Martedì sarà il giorno dell’ennesimo ritorno del bavaglio nella politica italiana. Il Parlamento ci prova ancora, l’obiettivo è sempre lo stesso: limitare la pubblicazione delle intercettazioni telefoniche. Martedì pomeriggio, dunque, tocca alla Camera. Dichiarazioni di voto e poi probabile via libera (il primo) alla riforma del processo penale. Dentro al ddl, c’è la delega al governo per metter mano alle intercettazioni. Ma prima servono i passaggi a Montecitorio e Palazzo Madama.
Evidentemente, tra le tante priorità del delicato periodo politico, le intercettazioni sono in cima all’agenda autunnale renziana. L’esecutivo infatti ha già chiarito di voler fare in fretta. Già a fine agosto il ministro della Giustizia Andrea Orlando aveva dichiarato la volontà di approvare tutto in tempi brevi, in un’intervista al Messaggero: “Ce la possiamo fare entro la fine del 2015. La delega sulle intercettazioni possiamo attuarla a strettissimo giro, inizieremo a discuterne subito dopo il via libera alla Camera”. Che dovrebbe arrivare appunto martedì sera. Poi ci sarà il passaggio al Senato e poi il testo finirà nelle mani del governo. Tecnicamente, non ci sono impedimenti nel realizzare tutto nei tempi previsti da Orlando.
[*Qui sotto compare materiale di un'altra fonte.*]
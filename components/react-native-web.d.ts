import 'react-native';
import type { KeyboardEvent } from 'react';

/** What react-native-web passes on to the page and React Native's own types don't know. */
declare module 'react-native' {
  interface ViewProps {
    /** Becomes data-… attributes: the hooks of the global stylesheet. */
    readonly dataSet?: Readonly<Record<string, string | undefined>>;
    readonly href?: string;
    readonly hrefAttrs?: { readonly target?: string; readonly rel?: string };
    readonly onClick?: unknown;
    readonly 'aria-current'?: 'page';
    readonly 'aria-describedby'?: string;
    readonly 'aria-haspopup'?: 'dialog';
    readonly 'aria-invalid'?: boolean;
    readonly 'aria-level'?: number;
    readonly 'aria-orientation'?: 'horizontal' | 'vertical';
    readonly 'aria-pressed'?: boolean;
    readonly onKeyDown?: (event: KeyboardEvent<HTMLElement>) => void;
    readonly onKeyUp?: (event: KeyboardEvent<HTMLElement>) => void;
  }
  interface TextInputProps {
    readonly disabled?: boolean;
  }
  interface TextProps {
    readonly href?: string;
    readonly hrefAttrs?: { readonly download?: string };
    readonly dataSet?: Readonly<Record<string, string | undefined>>;
    readonly 'aria-level'?: number;
    readonly 'aria-live'?: 'polite' | 'assertive' | 'off';
  }
}
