/** Nodes along all walls, and the edges that the triangulation has to follow. */
function wallNodes(way: Way, half: number, sizes: Sizes, place: (p: Point) => number) {
  const crossings = wallCrossings(way, half);
  const edges: Edge[] = [];
  const last = way.pieces.length - 1;
  /** Crossings are shared: a node a pair of walls. */
  const shared = new Map<number, number>();
  const ends: Record<'left' | 'right', number | null> = { left: null, right: null };
  const [cornerIn, cornerOut] = [way.pieces[0], way.pieces[last]];
  const sharp = last === 1;
  const walls = way.pieces.map((piece, i) => {
    const { segment, start, length } = piece;
    const sides = (['left', 'right'] as const).map((side) => {
      const aside = side === 'left' ? half : -half;
      const own = crossings.filter((c) => (i === 0 && c.first === side) || (i === last && c.last === side));
      const stationOf = (c: Crossing) => (i === 0 ? c.onFirst : c.onLast);
      // behind the tip the second edge's left wall lies in the first edge's kerf: no wall
      const from = sharp && i === last && side === 'left' && own[0] ? stationOf(own[0]) - start : 0;
      const breaks = [from, length, ...own.map((c) => stationOf(c) - start)];
      for (const c of crossings) {
        // beyond the crossings both walls have their nodes abreast
        if (i !== 0 && i !== last) continue;
        for (const away of [-c.clearOf, c.clearOf]) {
          const s = (i === 0 ? c.cornerOnFirst : c.cornerOnLast) + away - start;
          if (s > from && s < length) breaks.push(s);
        }
      }
      const stations = spread(uniqueSorted(breaks), (s) => sizeOnWay(sizes, way, start + s));
      const nodes: WallNode[] = [];
      for (const s of stations) {
        const crossing = own.find((c) => Math.abs(stationOf(c) - start - s) < 1e-12);
        let node: number;
        const known = crossing && shared.get(crossing.id);
        const joined = s === 0 && i > 0 && !(sharp && i === last) ? ends[side] : null;
        const at = besidePiece(segment, s / length, aside);
        if (known !== undefined) node = known;
        else if (joined !== null) node = joined;
        else {
          // past the tip the first edge's left wall runs close along the second edge's right one
          const pastTip = sharp && i === 0 && side === 'left' && own[0] && s > stationOf(own[0]) - start + 1e-12;
          if (pastTip && cornerOut && besideLine(cornerOut.segment, at) < -half + 0.6 * sizeAt(sizes, at)) continue;
          node = place(at);
        }
        if (crossing) shared.set(crossing.id, node);
        const before = nodes.at(-1);
        if (before) edges.push({ a: before.node, b: node, wall: nodes });
        nodes.push({ node, station: start + s });
      }
      ends[side] = nodes.at(-1)?.node ?? null;
      return nodes;
    });
    const [left, right] = sides;
    return { left: left ?? [], right: right ?? [] };
  });
  if (sharp && cornerIn && cornerOut) {
    // the round end of the first edge's kerf, on the side away from the part
    const [from, to] = [walls[0]?.right.at(-1)?.node, walls[1]?.right[0]?.node];
    const corner = way.corner.point;
    const turn = Math.PI - way.corner.angle;
    const count = Math.max(2, Math.ceil((turn * half) / sizeAt(sizes, corner)));
    const right = pointScale(pointLeft(way.corner.incoming), -half);
    let before = from;
    for (let k = 1; k <= count; k++) {
      const a = (turn * k) / count;
      const out = {
        x: right.x * Math.cos(a) - right.y * Math.sin(a),
        y: right.x * Math.sin(a) + right.y * Math.cos(a),
      };
      const node = k === count ? to : place(pointAdd(corner, out));
      if (before !== undefined && node !== undefined) edges.push({ a: before, b: node, wall: null });
      before = node;
    }
  }
  return { walls, edges };
}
Gran parte della polemica, prima della pausa estiva si era concentrata sul cosiddetto emendamento Pagano (dal nome del deputato di Ncd che l’aveva presentato), la norma che prevede la reclusione da 6 mesi a 4 anni per “chiunque diffonda, al fine di recare danno alla reputazione o all’immagine altrui, riprese o registrazioni di conversazioni svolte in sua presenza e fraudolentamente effettuate”. Una legge che avrebbe fatto rischiare il carcere ai giornalisti d’inchiesta di gran parte delle trasmissioni televisive italiane. “Quella norma è stata superata – garantisce il deputato del Pd Walter Verini –. Il mattino successivo abbiamo risolto il problema con un emendamento a firma mia e di David Ermini (altro Pd, ndr): sono escluse le registrazioni ai fini di diritto di cronaca e uso processuale”.
Lo stesso ministro della Giustizia ha subito garantito che “non è l’orientamento del governo prevedere la galera per i giornalisti”. Ma la legge sulle intercettazioni non è solo l’emendamento Pagano. La stretta studiata in Parlamento riguarda la pubblicazione delle conversazioni non penalmente rilevanti. “L’orientamento – spiega ancora Verini – è quello della cosiddetta udienza filtro, dove l’avvocato della difesa, il pm e il giudice valutino quali siano le intercettazioni di rilevanza processuale. Se non lo sono, l’udienza filtro le esclude, le mette in una ‘cassaforte’ sotto la responsabilità del giudice, non vengono cancellate. L’obiettivo è la tutela della privacy”.
Non è contemplato, ma al contrario combattuto, l’interesse pubblico alla conoscenza di conversazioni – e fatti – che non siano penalmente, ma politicamente o eticamente rilevanti. Per intenderci: le conversazioni tra Matteo Renzi e il generale della Guardia di Finanza Michele Adinolfi (quelle in cui l’attuale premier, tra le altre cose, definisce “un incapace” il suo predecessore a Palazzo Chigi) probabilmente non avrebbero mai passato l’udienza filtro, nonostante l’innegabile rilevanza pubblica. Il principio che il Parlamento ha tanta fretta di tutelare non è la libertà d’informazione, ma la riservatezza delle sue conversazioni.